Dear County — A left turn that feels right

Dear County (Photo courtesy of Miles Steuding)

Mark W. Lynn isn’t one to lie. So he has to admit that playing in his new band, Dear County, is a lot different than in his previous outfit, The Devil’s Own. For starters, there are no earplugs needed on stage.

“Yeah, it is kind of nice,” he laughs.

That doesn’t mean the California five-piece can’t get down, it’s just a different level of volume for the group started by Lynn and Arrica Rose that just released their first album, Low Country, last month.

“We’re excited,” Lynn said of the release. “It’s a long time coming, so we’re really excited to have it out.”

“There’s a little bit of that hoping that the album’s well received, a little bit of that nervous energy surrounding a release,” added Rose. “We want to find a good home for it with fans that are going to enjoy it, so there’s a little of that coupled with the excitement. You get used to the combination of nervous energy, excitement and adrenalin. It’s par for the course.”

Veterans of the music biz, Lynn and Rose actually come from the punk scene, which makes the country-rock music they now make with Dear County even more intriguing.

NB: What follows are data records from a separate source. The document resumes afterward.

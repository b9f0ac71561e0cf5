import { createHash, randomUUID } from 'node:crypto';
import { QueryTypes, type Transaction } from 'sequelize';
import { fileTypeFromBuffer } from 'file-type';
import { db } from '@/models';
import type { AuthUser } from '@/lib/auth/users';
import { AppError } from '@/lib/http/errors';
import { appendAuditEvent } from '@/lib/audit/log';
import { canSeeVersion } from '@/lib/governance/access';
import type { CheckCase } from '@/lib/engine/types';
import { getObject, putObject } from '@/lib/storage/objects';

/** Evidence documents: a PDF excerpt or a scan of a table page behind a reference or a check case. */
export const ATTACHMENT_TYPES = ['application/pdf', 'image/png', 'image/jpeg'] as const;
export type AttachmentType = (typeof ATTACHMENT_TYPES)[number];
/** Largest accepted document, bytes (5 MiB): a page or an excerpt, not a book. */
export const MAX_ATTACHMENT_BYTES = 5 * 1024 * 1024;

export interface AttachmentRef { id: string; sha256: string; mediaType: string; name: string }

const sha256 = (bytes: Uint8Array) => createHash('sha256').update(bytes).digest('hex');

/** A file name fit to show and to send back: no path, no control characters, at most 200 characters. */
export function cleanName(name: string): string {
  const base = name.split(/[\\/]/).pop() ?? '';
  // eslint-disable-next-line no-control-regex
  return base.replace(/[\u0000-\u001f\u007f"<>]/g, '').trim().slice(0, 200);
}

/**
 * Stores an uploaded document: decoded, size-limited, its type detected from the content (never from the name),
 * kept in object storage under its SHA-256 and recorded with its uploader. Authors only.
 */
export async function uploadAttachment({ actor, name, content }: { actor: AuthUser; name: string; content: string }): Promise<AttachmentRef & { size: number }> {
  if (!actor.roles.includes('author')) throw new AppError('forbidden:role', 'Only methods engineers (authors) attach evidence documents.');
  const shown = cleanName(name);
  if (!shown) throw new AppError('invalid:body', 'Give the document a file name.', { issues: [{ path: 'name', message: 'required' }] });
  if (!/^[A-Za-z0-9+/]*={0,2}$/.test(content) || content.length % 4 !== 0) {
    throw new AppError('invalid:body', 'The document content must be base64-encoded bytes.', { issues: [{ path: 'content', message: 'not base64' }] });
  }
  const bytes = new Uint8Array(Buffer.from(content, 'base64'));
  if (bytes.byteLength === 0) throw new AppError('invalid:body', `"${shown}" is empty.`, { issues: [{ path: 'content', message: 'empty file' }] });
  if (bytes.byteLength > MAX_ATTACHMENT_BYTES) {
    throw new AppError('too_large:attachment', `"${shown}" is ${(bytes.byteLength / 1048576).toFixed(1)} MB; a document may be at most ${MAX_ATTACHMENT_BYTES / 1048576} MB (attach the page or excerpt that holds the value).`, { issues: [{ path: 'content', message: `larger than ${MAX_ATTACHMENT_BYTES} bytes` }] });
  }
  await assertUploadAllowance(actor, bytes.byteLength);
  const detected = await fileTypeFromBuffer(bytes);
  if (!detected || !(ATTACHMENT_TYPES as readonly string[]).includes(detected.mime)) {
    throw new AppError('invalid:attachment-type', `"${shown}" is ${detected ? `a ${detected.mime} file` : 'not a file type Correlary recognises'} by its content; attach a PDF, PNG or JPEG.`, { issues: [{ path: 'content', message: `detected type ${detected?.mime ?? 'unknown'}; allowed ${ATTACHMENT_TYPES.join(', ')}` }] });
  }
  const hash = sha256(bytes);
  const objectKey = `attachments/${hash}`;
  // The object first (named by its hash, so a retry or a second upload of the same bytes writes the same thing); then the row.
  await putObject(objectKey, bytes, detected.mime);
  const { sequelize, Attachment } = db();
  const row = await sequelize.transaction(async (transaction) => {
    const a = await Attachment.create({ id: randomUUID(), sha256: hash, mediaType: detected.mime, name: shown, size: bytes.byteLength, objectKey, uploadedBy: actor.id }, { transaction });
    await appendAuditEvent({ transaction, event: { actorId: actor.id, action: 'attachment.uploaded', entityType: 'attachment', entityId: a.id, afterHash: hash, details: { name: shown, mediaType: detected.mime, size: bytes.byteLength } } });
    return a;
  });
  return { id: row.id, sha256: row.sha256, mediaType: row.mediaType, name: row.name, size: row.size };
}

/**
 * Bounds what one person may put into the store in 24 hours (ATTACHMENTS_PER_DAY documents, default 200, and
 * ATTACHMENT_BYTES_PER_DAY, default 200 MB): evidence is a page or an excerpt, and a runaway script must not fill the store.
 */
async function assertUploadAllowance(actor: AuthUser, size: number) {
  const perDay = Number(process.env.ATTACHMENTS_PER_DAY ?? 200);
  const bytesPerDay = Number(process.env.ATTACHMENT_BYTES_PER_DAY ?? 200 * 1024 * 1024);
  const [used] = await db().sequelize.query<{ n: number; bytes: number | null }>(
    'SELECT COUNT(*) AS n, SUM(size) AS bytes FROM attachments WHERE uploaded_by = ? AND created_at > ?',
    { replacements: [actor.id, new Date(Date.now() - 24 * 3600 * 1000)], type: QueryTypes.SELECT });
  if (Number(used.n) + 1 > perDay || Number(used.bytes ?? 0) + size > bytesPerDay) {
    throw new AppError('rate_limited:attachments', `You have uploaded ${Number(used.n)} documents (${(Number(used.bytes ?? 0) / 1048576).toFixed(1)} MB) in the last 24 hours; the limit is ${perDay} documents and ${(bytesPerDay / 1048576).toFixed(0)} MB. Try again later or ask an admin.`, undefined, { 'Retry-After': '3600' });
  }
}

/**
 * Every attachment a version's check cases name must exist and match what was uploaded (hash and type); a reference
 * to someone else's unpublished upload is refused. Problems name the check case.
 */
export async function assertAttachmentRefs(actor: AuthUser, checkCases: unknown[], transaction?: Transaction): Promise<void> {
  const refs = (checkCases as CheckCase[]).map((c, i) => ({ i, ref: c?.source?.attachment })).filter((r) => r.ref);
  if (!refs.length) return;
  const { Attachment } = db();
  const rows = await Attachment.findAll({ where: { id: [...new Set(refs.map((r) => r.ref!.id))] }, transaction });
  const byId = new Map(rows.map((r) => [r.id, r]));
  // Someone else's uploads may be named only once a published version names them: looked up once per document.
  const published = new Set<string>();
  for (const r of rows) if (r.uploadedBy !== actor.id && (await isReferencedByPublished(r.id, transaction))) published.add(r.id);
  const issues: { path: string; message: string }[] = [];
  for (const { i, ref } of refs) {
    const row = byId.get(ref!.id);
    const path = `checkCases[${i}].source.attachment`;
    if (!row) issues.push({ path, message: `no uploaded document ${ref!.id}` });
    else if (row.sha256 !== ref!.sha256 || row.mediaType !== ref!.mediaType) issues.push({ path, message: 'does not match the uploaded document (hash or type)' });
    else if (row.uploadedBy !== actor.id && !published.has(row.id)) issues.push({ path, message: 'another person’s document that no published version uses yet' });
  }
  if (issues.length) throw new AppError('invalid:check-cases', `A check case names an evidence document that cannot be used: ${issues.map((x) => `${x.path}: ${x.message}`).join('; ')}`, { issues });
}

/** Versions whose check cases name the attachment (by its id, which is a UUID). */
async function versionsUsing(id: string, transaction?: Transaction) {
  const { sequelize } = db();
  return sequelize.query<{ id: number; status: string; author_id: number; slug: string; version: number }>(
    `SELECT DISTINCT v.id, v.status, v.author_id, c.slug, v.version FROM check_cases k JOIN correlation_versions v ON v.id = k.version_id
     JOIN correlations c ON c.id = v.correlation_id WHERE k.body LIKE ?`,
    { type: QueryTypes.SELECT, replacements: [`%"id":"${id}"%`], transaction });
}

async function isReferencedByPublished(id: string, transaction?: Transaction) {
  return (await versionsUsing(id, transaction)).some((v) => ['approved', 'superseded', 'withdrawn'].includes(v.status));
}

/**
 * The document's bytes for someone who may read a version that uses it (or its uploader), re-hashed from the store
 * before they leave: a stored object that no longer matches its hash raises the integrity alarm and is not served.
 */
export async function readAttachment({ actor, id }: { actor: AuthUser; id: string }) {
  const { sequelize, Attachment } = db();
  const row = await Attachment.findByPk(id);
  const uses = row ? await versionsUsing(id) : [];
  const mayRead = row && (row.uploadedBy === actor.id || actor.roles.includes('admin')
    || uses.some((v) => canSeeVersion(actor, { status: v.status as never, authorId: v.author_id })));
  // Unknown and not-yours answer alike: an id reveals nothing.
  if (!row || !mayRead) throw new AppError('not_found:attachment', `No evidence document ${id} that you may read.`);
  const bytes = await getObject(row.objectKey);
  const actual = bytes ? sha256(bytes) : null;
  if (actual !== row.sha256) {
    await sequelize.transaction((transaction) => appendAuditEvent({ transaction, event: {
      actorId: null, action: 'integrity.attachment-mismatch', entityType: 'attachment', entityId: row.id, beforeHash: row.sha256, afterHash: actual,
      details: { alarm: bytes ? 'The stored evidence document does not match its SHA-256; it is not served.' : 'The evidence document is missing from object storage.', name: row.name, usedBy: uses.map((v) => `${v.slug}@${v.version}`) },
    } }));
    console.error(`INTEGRITY ALARM: attachment ${row.id} (${row.name}) expected ${row.sha256} but the store holds ${actual ?? 'nothing'}`);
    throw new AppError('conflict:attachment-hash-mismatch', `The evidence document "${row.name}" does not match its recorded SHA-256 and is not served; the incident is recorded in the audit trail.`);
  }
  return { bytes: bytes!, mediaType: row.mediaType, name: row.name, sha256: row.sha256 };
}

/** Every attachment a frozen version names, re-hashed from the store (npm run audit:verify). */
export async function verifyAttachments(): Promise<{ checked: number; mismatches: string[] }> {
  const { sequelize, Attachment } = db();
  const used = await sequelize.query<{ body: string }>(
    `SELECT k.body FROM check_cases k JOIN correlation_versions v ON v.id = k.version_id WHERE v.content_hash IS NOT NULL AND k.body LIKE '%"attachment"%'`,
    { type: QueryTypes.SELECT });
  const ids = new Set<string>();
  for (const r of used) {
    const body = (typeof r.body === 'string' ? JSON.parse(r.body) : r.body) as CheckCase;
    if (body.source?.attachment?.id) ids.add(body.source.attachment.id);
  }
  const mismatches: string[] = [];
  for (const a of await Attachment.findAll({ where: { id: [...ids] } })) {
    const bytes = await getObject(a.objectKey);
    if (!bytes || sha256(bytes) !== a.sha256) mismatches.push(`evidence document ${a.id} (${a.name})${bytes ? '' : ': missing'}`);
  }
  return { checked: ids.size, mismatches };
}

But to both, it’s no surprise that this is the latest step in their journey.

“We have such an eclectic taste in music,” he said. “Arrica and my tastes overlap a lot, almost identically, actually. So it’s not totally a stretch for me to have played a lot of harder-edged, maybe a little grittier stuff. It’s actually nice to be doing some mellower stuff, but I don’t think it came as a huge surprise to anyone.”

“We had a different objective in mind, and I think it’s nice to be able to wear different hats and not just do one thing,” Rose adds. “It’s great that Mark had something like The Devil’s Own going on so he can do the 180 and do something like Dear County as well. That allows you to utilize more of your skills than just one.”

It’s a tact taken by more and more artists today, as they choose to pave their own path instead of one chosen for them by the music industry. Rose, who is still working on her solo projects in addition to her work with Dear County, is fine with that model.

“I think in some ways, there might even be more people doing what they want to be doing because the music industry has changed so much,” she said. “So maybe there’s less awareness for that group of people, but there is a freedom that comes with putting less pressure on yourself to find monetary success and just focus on the art, and I think that we would probably fall into that group of people putting the art first and doing what we love to do.”

“I think that’s the way we’ve approached music our whole lives,” Lynn adds. “Coming from a punk rock background, we always had that DIY mentality. We never expected anyone to be doing it for us, so we planned on doing it for ourselves anyway.”

Art for art’s sake — what a novel concept. But sarcasm aside, it may a romantic notion that those making the music we listen to are delivering it from the heart and not from a marketing manifesto, but Dear County is bringing that notion to life, so more power to them. 
 
“I think that putting the act of creating art first and feeling compelled to do that, no matter what, that ties in to the DIY scene and that idea that you’re just going to make this happen and you don’t need anyone to make it happen for you,” Rose said. “It may reach less people, but hopefully the people you do reach will care.”

And if they do, great. If not, Rose, Lynn and their band (Michael Smartt, Nelson Saarni and Julia Napier) aren’t going anywhere.

“I really don’t know how to not do music,” said Lynn. “That’s just what I do, and it’s been a part of me for as long as I can remember. I get incredible joy in creating music, I love making music with Arrica and I can’t imagine not doing it.”

Rose agrees.

“I think of music as eat, sleep, breathe, make music. It’s become such a part of my life, and it was when I was younger, and it’s carried me through to now. As much as it’s enjoyable and I love it, it’s also a lifeline for me and I can’t really imagine what I would do with the time I spend making music if I wasn’t.”